* _DIRECTIONS_: The required answer is a copy of each line in the entries below that includes "UninterruptedRun".

(Stored data entries)
--------

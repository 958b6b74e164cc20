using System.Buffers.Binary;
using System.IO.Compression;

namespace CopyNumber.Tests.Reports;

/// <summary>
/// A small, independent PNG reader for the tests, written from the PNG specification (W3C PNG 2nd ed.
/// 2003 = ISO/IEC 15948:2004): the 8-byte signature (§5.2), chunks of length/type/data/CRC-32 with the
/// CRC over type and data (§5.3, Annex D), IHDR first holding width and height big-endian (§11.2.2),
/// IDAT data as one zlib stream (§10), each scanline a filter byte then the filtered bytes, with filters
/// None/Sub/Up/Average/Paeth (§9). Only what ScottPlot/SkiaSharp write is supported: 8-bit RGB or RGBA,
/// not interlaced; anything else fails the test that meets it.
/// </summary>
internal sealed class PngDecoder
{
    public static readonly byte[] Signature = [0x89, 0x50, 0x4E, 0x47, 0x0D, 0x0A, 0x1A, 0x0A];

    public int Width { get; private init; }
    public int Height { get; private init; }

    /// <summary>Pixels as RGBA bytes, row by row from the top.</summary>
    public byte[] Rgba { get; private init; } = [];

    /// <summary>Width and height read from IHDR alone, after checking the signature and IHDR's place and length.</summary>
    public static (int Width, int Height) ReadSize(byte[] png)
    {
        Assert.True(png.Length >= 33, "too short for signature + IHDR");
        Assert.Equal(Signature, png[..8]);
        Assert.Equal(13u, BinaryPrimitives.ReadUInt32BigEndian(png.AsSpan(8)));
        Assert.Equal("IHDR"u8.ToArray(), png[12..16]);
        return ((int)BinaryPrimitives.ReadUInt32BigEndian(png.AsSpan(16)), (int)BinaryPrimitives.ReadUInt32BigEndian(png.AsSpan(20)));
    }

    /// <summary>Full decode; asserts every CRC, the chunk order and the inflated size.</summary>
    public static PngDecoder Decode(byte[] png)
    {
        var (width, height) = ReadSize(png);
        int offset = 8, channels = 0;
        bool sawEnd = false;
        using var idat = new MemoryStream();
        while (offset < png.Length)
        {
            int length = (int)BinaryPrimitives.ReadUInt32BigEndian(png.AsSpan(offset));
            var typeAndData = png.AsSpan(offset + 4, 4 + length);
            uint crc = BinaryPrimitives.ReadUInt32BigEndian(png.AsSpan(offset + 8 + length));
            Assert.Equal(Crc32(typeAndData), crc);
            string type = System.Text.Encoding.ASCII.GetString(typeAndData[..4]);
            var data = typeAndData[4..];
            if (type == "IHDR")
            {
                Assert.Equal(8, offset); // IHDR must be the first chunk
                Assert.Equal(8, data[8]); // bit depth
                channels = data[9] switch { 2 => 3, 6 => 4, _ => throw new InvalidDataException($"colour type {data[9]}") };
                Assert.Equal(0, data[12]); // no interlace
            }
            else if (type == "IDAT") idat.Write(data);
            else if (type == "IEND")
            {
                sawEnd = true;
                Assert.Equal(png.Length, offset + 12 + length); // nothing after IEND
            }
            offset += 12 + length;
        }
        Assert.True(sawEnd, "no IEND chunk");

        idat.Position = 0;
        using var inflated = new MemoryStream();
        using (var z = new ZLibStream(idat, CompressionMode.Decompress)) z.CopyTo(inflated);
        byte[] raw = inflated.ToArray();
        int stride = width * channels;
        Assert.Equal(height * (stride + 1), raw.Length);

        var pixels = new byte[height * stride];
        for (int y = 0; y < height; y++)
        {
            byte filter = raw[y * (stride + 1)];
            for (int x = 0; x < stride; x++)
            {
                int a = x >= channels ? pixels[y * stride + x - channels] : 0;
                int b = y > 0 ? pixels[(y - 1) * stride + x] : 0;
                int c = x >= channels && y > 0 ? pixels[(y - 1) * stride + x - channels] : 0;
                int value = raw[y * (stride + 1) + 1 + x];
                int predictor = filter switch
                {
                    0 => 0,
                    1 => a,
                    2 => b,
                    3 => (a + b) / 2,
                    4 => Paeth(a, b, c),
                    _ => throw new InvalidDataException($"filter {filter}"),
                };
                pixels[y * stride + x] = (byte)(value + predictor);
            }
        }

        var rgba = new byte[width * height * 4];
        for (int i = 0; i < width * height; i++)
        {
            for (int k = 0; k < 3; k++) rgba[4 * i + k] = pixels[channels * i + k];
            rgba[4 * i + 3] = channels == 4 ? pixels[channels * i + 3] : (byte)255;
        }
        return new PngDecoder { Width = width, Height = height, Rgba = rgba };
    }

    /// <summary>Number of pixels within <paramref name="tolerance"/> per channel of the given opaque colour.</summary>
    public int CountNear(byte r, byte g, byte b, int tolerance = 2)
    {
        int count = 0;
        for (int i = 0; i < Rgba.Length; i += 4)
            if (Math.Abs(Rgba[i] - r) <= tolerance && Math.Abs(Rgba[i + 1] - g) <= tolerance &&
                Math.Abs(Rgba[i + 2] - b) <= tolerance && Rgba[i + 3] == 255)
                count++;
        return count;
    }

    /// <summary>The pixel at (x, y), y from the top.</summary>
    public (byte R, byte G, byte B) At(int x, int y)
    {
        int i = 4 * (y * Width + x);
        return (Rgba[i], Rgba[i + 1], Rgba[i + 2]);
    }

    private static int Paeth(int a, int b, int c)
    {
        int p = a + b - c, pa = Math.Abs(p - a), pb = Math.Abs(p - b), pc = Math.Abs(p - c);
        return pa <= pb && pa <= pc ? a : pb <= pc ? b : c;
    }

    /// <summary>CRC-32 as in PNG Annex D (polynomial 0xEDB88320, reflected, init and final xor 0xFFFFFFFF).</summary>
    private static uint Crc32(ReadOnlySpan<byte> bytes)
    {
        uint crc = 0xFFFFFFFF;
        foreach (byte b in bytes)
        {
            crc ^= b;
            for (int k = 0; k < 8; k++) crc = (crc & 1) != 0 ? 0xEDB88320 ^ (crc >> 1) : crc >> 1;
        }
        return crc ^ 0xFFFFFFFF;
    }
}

--------

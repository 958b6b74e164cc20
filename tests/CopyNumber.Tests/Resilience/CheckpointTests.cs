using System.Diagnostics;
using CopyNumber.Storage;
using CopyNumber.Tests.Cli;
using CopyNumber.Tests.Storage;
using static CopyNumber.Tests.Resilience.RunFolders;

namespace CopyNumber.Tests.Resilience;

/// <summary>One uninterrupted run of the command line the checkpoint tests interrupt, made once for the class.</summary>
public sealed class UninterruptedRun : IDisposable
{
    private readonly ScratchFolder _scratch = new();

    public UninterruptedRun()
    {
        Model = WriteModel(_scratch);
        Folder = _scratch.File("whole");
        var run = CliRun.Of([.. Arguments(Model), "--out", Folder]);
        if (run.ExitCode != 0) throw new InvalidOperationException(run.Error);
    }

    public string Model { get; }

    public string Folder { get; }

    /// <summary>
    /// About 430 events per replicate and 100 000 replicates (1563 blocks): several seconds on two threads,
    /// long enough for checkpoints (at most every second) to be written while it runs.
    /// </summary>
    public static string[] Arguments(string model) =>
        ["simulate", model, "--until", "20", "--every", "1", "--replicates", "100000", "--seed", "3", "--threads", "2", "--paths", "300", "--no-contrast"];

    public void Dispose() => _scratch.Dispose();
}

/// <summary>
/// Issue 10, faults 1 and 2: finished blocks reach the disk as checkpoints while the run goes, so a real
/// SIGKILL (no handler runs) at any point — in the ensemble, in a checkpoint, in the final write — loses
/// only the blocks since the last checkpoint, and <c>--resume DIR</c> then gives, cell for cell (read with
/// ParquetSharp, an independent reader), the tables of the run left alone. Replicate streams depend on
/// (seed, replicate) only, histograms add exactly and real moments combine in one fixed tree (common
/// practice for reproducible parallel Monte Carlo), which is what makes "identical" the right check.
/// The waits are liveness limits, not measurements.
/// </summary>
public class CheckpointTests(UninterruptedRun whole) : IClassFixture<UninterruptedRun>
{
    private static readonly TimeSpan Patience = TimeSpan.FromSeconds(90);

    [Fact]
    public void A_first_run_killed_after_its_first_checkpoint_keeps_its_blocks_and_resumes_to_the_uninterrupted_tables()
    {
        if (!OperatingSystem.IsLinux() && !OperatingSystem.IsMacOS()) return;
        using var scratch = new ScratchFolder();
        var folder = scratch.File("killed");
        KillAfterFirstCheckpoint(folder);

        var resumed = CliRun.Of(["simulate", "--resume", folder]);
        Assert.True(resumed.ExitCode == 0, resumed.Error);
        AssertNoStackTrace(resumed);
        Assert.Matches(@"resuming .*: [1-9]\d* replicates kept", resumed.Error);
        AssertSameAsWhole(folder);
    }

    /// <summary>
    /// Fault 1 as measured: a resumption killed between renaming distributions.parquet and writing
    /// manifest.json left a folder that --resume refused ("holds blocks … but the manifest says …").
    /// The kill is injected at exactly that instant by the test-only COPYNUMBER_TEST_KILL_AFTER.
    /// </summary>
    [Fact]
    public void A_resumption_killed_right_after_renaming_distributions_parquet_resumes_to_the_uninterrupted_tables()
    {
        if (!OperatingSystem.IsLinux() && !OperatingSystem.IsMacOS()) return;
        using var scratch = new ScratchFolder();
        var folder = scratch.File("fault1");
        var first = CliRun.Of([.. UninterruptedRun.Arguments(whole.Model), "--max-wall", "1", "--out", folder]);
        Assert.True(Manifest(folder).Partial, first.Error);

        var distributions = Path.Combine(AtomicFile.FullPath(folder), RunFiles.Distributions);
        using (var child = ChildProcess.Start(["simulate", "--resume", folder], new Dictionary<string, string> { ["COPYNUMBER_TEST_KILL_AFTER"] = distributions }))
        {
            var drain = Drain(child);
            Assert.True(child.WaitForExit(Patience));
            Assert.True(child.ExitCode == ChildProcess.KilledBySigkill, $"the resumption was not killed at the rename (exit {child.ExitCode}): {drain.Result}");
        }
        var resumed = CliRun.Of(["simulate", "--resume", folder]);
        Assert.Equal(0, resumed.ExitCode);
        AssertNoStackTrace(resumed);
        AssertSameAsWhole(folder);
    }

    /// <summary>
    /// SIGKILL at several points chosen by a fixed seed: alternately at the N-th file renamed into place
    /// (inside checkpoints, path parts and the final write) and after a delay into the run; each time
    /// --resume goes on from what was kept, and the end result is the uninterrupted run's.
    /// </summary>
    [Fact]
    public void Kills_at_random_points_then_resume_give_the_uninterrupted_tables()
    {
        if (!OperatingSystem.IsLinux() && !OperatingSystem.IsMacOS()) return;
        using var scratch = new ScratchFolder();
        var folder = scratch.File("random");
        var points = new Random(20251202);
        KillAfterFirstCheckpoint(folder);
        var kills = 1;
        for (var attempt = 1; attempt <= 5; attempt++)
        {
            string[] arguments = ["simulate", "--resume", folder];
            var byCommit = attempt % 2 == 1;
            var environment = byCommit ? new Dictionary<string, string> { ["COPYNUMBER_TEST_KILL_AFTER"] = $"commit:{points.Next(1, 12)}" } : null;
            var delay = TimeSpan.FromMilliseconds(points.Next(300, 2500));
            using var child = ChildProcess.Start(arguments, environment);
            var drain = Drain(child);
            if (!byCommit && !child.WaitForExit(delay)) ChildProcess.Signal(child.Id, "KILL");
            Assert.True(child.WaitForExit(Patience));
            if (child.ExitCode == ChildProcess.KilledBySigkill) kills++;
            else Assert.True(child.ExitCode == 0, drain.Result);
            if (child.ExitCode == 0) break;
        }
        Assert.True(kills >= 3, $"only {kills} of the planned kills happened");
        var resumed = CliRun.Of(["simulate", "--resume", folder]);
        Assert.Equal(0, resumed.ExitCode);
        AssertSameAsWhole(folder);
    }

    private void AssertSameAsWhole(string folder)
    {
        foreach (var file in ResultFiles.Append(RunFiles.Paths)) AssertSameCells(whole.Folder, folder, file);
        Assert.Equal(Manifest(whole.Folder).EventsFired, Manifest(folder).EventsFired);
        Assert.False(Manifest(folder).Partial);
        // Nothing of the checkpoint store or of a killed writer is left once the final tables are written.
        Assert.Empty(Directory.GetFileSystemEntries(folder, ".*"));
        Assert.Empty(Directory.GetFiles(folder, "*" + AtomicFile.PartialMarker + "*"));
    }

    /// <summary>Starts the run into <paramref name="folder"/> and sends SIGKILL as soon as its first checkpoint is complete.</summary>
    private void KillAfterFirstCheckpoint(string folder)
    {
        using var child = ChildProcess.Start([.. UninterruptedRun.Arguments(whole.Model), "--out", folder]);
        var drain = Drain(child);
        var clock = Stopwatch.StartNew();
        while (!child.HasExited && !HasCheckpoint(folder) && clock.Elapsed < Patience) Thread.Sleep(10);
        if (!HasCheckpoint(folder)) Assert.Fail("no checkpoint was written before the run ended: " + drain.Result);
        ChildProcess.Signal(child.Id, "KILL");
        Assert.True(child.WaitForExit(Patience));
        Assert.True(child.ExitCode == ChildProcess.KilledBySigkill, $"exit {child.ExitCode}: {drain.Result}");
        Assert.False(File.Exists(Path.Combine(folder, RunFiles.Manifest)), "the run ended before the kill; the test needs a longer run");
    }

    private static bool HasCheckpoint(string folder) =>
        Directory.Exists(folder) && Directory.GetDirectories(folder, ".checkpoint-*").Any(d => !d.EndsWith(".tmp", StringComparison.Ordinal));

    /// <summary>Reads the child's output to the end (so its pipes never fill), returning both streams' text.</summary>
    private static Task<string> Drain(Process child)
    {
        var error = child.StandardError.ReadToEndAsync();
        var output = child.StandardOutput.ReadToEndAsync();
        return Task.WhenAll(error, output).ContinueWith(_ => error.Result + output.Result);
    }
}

--------

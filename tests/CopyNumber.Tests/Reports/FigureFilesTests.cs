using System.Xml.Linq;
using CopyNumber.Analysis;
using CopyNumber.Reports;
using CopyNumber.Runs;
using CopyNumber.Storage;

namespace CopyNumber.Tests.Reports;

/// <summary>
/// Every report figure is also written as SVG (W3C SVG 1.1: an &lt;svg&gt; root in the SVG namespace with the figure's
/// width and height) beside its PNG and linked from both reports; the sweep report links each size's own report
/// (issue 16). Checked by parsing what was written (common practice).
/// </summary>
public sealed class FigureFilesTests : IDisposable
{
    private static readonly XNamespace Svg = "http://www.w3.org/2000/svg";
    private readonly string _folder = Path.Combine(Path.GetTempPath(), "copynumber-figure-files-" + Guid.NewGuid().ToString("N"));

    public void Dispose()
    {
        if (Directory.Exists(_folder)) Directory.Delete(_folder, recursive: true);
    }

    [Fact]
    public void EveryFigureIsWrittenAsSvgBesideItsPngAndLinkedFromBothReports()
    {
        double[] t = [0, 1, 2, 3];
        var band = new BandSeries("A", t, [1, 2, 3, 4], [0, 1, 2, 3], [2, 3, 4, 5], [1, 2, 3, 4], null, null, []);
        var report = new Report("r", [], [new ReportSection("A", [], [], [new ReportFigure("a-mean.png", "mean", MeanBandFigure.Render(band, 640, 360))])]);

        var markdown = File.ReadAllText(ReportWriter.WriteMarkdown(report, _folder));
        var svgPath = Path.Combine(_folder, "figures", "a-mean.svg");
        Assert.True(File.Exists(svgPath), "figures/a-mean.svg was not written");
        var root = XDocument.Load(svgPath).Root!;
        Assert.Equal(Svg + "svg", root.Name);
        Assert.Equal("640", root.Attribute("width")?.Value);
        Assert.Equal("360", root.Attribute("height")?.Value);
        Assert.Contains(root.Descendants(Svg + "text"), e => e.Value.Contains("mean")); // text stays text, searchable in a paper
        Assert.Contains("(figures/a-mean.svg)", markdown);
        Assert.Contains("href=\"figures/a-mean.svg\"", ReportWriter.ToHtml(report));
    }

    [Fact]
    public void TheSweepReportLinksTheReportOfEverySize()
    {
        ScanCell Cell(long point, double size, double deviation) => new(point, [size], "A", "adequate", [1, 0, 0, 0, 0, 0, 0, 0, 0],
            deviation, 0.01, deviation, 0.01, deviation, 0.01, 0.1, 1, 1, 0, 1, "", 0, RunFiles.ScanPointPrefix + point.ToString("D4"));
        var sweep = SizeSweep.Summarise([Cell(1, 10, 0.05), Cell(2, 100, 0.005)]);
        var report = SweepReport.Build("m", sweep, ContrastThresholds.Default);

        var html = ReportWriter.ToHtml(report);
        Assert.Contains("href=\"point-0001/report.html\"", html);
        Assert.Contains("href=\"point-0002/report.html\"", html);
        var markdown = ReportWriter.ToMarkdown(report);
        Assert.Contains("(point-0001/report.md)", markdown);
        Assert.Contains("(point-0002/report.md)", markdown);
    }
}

--------

* _YOUR SOLUTION_:
public sealed class UninterruptedRun : IDisposable
    public UninterruptedRun()
public class CheckpointTests(UninterruptedRun whole) : IClassFixture<UninterruptedRun>
        var first = CliRun.Of([.. UninterruptedRun.Arguments(whole.Model), "--max-wall", "1", "--out", folder]);
        using var child = ChildProcess.Start([.. UninterruptedRun.Arguments(whole.Model), "--out", folder]);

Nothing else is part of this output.